---- Provided data

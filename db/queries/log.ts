import { and, desc, eq } from "drizzle-orm";
import { assertCan, type Member } from "@/lib/auth/can";
import type { LogEntryValues } from "@/lib/jobs/log-schemas";
import { getDb, type DbOrTx } from "../client";
import { logEntries, powerUpSteps, powerUps, users } from "../schema";
import { assertJobInWorkshop, touchJob } from "./job-access";

/** The dated bench log of a job. Every member may write notes and power-up entries; entries are never edited. */

const entryColumns = {
  id: logEntries.id,
  jobId: logEntries.jobId,
  kind: logEntries.kind,
  text: logEntries.text,
  data: logEntries.data,
  createdAt: logEntries.createdAt,
};

/**
 * The one way a line enters a job's Log, called inside the transaction that made the change it tells of.
 * `authorId` is null for the customer's answer and the payment service.
 */
export function insertLogEntry(db: DbOrTx, entry: Omit<typeof logEntries.$inferInsert, "id" | "createdAt">) {
  return db.insert(logEntries).values(entry).returning(entryColumns).get();
}

export function listLog(member: Member, jobId: number) {
  assertJobInWorkshop(member, jobId);
  return getDb()
    .select({
      id: logEntries.id,
      jobId: logEntries.jobId,
      kind: logEntries.kind,
      text: logEntries.text,
      data: logEntries.data,
      createdAt: logEntries.createdAt,
      authorId: users.id,
      authorName: users.name,
    })
    .from(logEntries)
    .leftJoin(users, eq(users.id, logEntries.authorId))
    .where(and(eq(logEntries.jobId, jobId), eq(logEntries.workshopId, member.workshopId)))
    .orderBy(desc(logEntries.createdAt), desc(logEntries.id))
    .all()
    .map(({ authorId, authorName, ...rest }) => ({ ...rest, author: authorId === null ? null : { id: authorId, name: authorName ?? "" } }));
}

export function addLogEntry(member: Member, jobId: number, input: LogEntryValues) {
  assertCan(member, "addNotes", "write in the log");
  return getDb().transaction((tx) => {
    assertJobInWorkshop(member, jobId, tx);
    const data = input.kind === "power-up" ? { supplyVoltage: input.supplyVoltage, currentDrawn: input.currentDrawn } : null;
    const row = insertLogEntry(tx, { jobId, workshopId: member.workshopId, authorId: member.userId, kind: input.kind, text: input.text, data });
    // A power-up written in the Log is also a session of the Power-ups tab, as the bench-record migration made of older ones.
    if (input.kind === "power-up") {
      const session = tx
        .insert(powerUps)
        .values({ jobId, workshopId: member.workshopId, authorId: member.userId, logEntryId: row.id, startedAt: row.createdAt })
        .returning({ id: powerUps.id })
        .get();
      tx.insert(powerUpSteps)
        .values({ powerUpId: session.id, supplyVoltage: input.supplyVoltage, currentDrawn: input.currentDrawn, note: input.text, createdAt: row.createdAt })
        .run();
    }
    touchJob(member, jobId, tx);
    return { ...row, author: { id: member.userId, name: member.name } };
  });
}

--------

-- Problem details --
Lines of the listing above that include the string "text" should each be copied.

-- Task result --
  text: logEntries.text,
      text: logEntries.text,
    const row = insertLogEntry(tx, { jobId, workshopId: member.workshopId, authorId: member.userId, kind: input.kind, text: input.text, data });
        .values({ powerUpId: session.id, supplyVoltage: input.supplyVoltage, currentDrawn: input.currentDrawn, note: input.text, createdAt: row.createdAt })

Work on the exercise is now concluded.